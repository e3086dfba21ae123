package org.specimenledger.reliability;

import java.lang.reflect.ParameterizedType;
import java.lang.reflect.RecordComponent;
import java.lang.reflect.Type;
import java.math.BigDecimal;
import java.math.BigInteger;
import java.time.Instant;
import java.time.LocalDate;
import java.time.OffsetDateTime;
import java.time.ZoneOffset;
import java.util.Collection;
import java.util.Map;
import java.util.UUID;
import tools.jackson.databind.JsonNode;
import tools.jackson.databind.node.ArrayNode;
import tools.jackson.databind.node.JsonNodeFactory;
import tools.jackson.databind.node.ObjectNode;

/**
 * A plausible JSON body for a request type, read from its record components, so that an endpoint added
 * by another branch gets a body to mutate without anyone writing one. Ids are random, so the body reaches
 * parsing, validation and the rules, and is then refused for the record it names.
 */
final class RequestShapes {

    private static final JsonNodeFactory NODES = JsonNodeFactory.instance;

    private RequestShapes() {
    }

    static JsonNode skeleton(Type type) {
        return skeleton(type, 0);
    }

    private static JsonNode skeleton(Type type, int depth) {
        Class<?> raw = rawOf(type);
        if (depth > 6) {
            return NODES.nullNode();
        }
        if (raw == String.class) {
            return NODES.stringNode("plain text");
        }
        if (raw == UUID.class) {
            return NODES.stringNode(UUID.randomUUID().toString());
        }
        if (raw == boolean.class || raw == Boolean.class) {
            return NODES.booleanNode(false);
        }
        if (raw == int.class || raw == Integer.class || raw == long.class || raw == Long.class
                || raw == short.class || raw == BigInteger.class) {
            return NODES.numberNode(1);
        }
        if (raw == double.class || raw == Double.class || raw == float.class || raw == Float.class
                || raw == BigDecimal.class) {
            return NODES.numberNode(new BigDecimal("1.5"));
        }
        if (raw == LocalDate.class) {
            return NODES.stringNode(LocalDate.now(ZoneOffset.UTC).toString());
        }
        if (raw == OffsetDateTime.class || raw == Instant.class) {
            return NODES.stringNode(Instant.now().toString());
        }
        if (raw.isEnum()) {
            return NODES.stringNode(raw.getEnumConstants()[0].toString());
        }
        if (Collection.class.isAssignableFrom(raw) || raw.isArray()) {
            ArrayNode a = NODES.arrayNode();
            Type element = raw.isArray() ? raw.getComponentType() : argument(type, 0);
            a.add(skeleton(element, depth + 1));
            return a;
        }
        if (Map.class.isAssignableFrom(raw)) {
            ObjectNode o = NODES.objectNode();
            o.set("key", skeleton(argument(type, 1), depth + 1));
            return o;
        }
        if (raw.isRecord()) {
            ObjectNode o = NODES.objectNode();
            for (RecordComponent c : raw.getRecordComponents()) {
                o.set(c.getName(), skeleton(c.getGenericType(), depth + 1));
            }
            return o;
        }
        return NODES.objectNode();
    }

    private static Class<?> rawOf(Type type) {
        if (type instanceof Class<?> c) {
            return c;
        }
        if (type instanceof ParameterizedType p) {
            return (Class<?>) p.getRawType();
        }
        return Object.class;
    }

    private static Type argument(Type type, int index) {
        if (type instanceof ParameterizedType p && p.getActualTypeArguments().length > index) {
            Type t = p.getActualTypeArguments()[index];
            return t instanceof java.lang.reflect.WildcardType w ? w.getUpperBounds()[0] : t;
        }
        return String.class;
    }
}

┄┄┄┄┄┄┄┄┄┄┄┄┄┄┄┄┄┄┄┄

■ Exercise requirements:
Only the lines from the first line of the records through the line with "import tools.jackson.databind.JsonNode;" should be reproduced, exactly and with nothing added.

■ Your solution:
repository e3086dfba21ae123
package org.specimenledger.reliability;

import java.lang.reflect.ParameterizedType;
import java.lang.reflect.RecordComponent;
import java.lang.reflect.Type;
import java.math.BigDecimal;
import java.math.BigInteger;
import java.time.Instant;
import java.time.LocalDate;
import java.time.OffsetDateTime;
import java.time.ZoneOffset;
import java.util.Collection;
import java.util.Map;
import java.util.UUID;
import tools.jackson.databind.JsonNode;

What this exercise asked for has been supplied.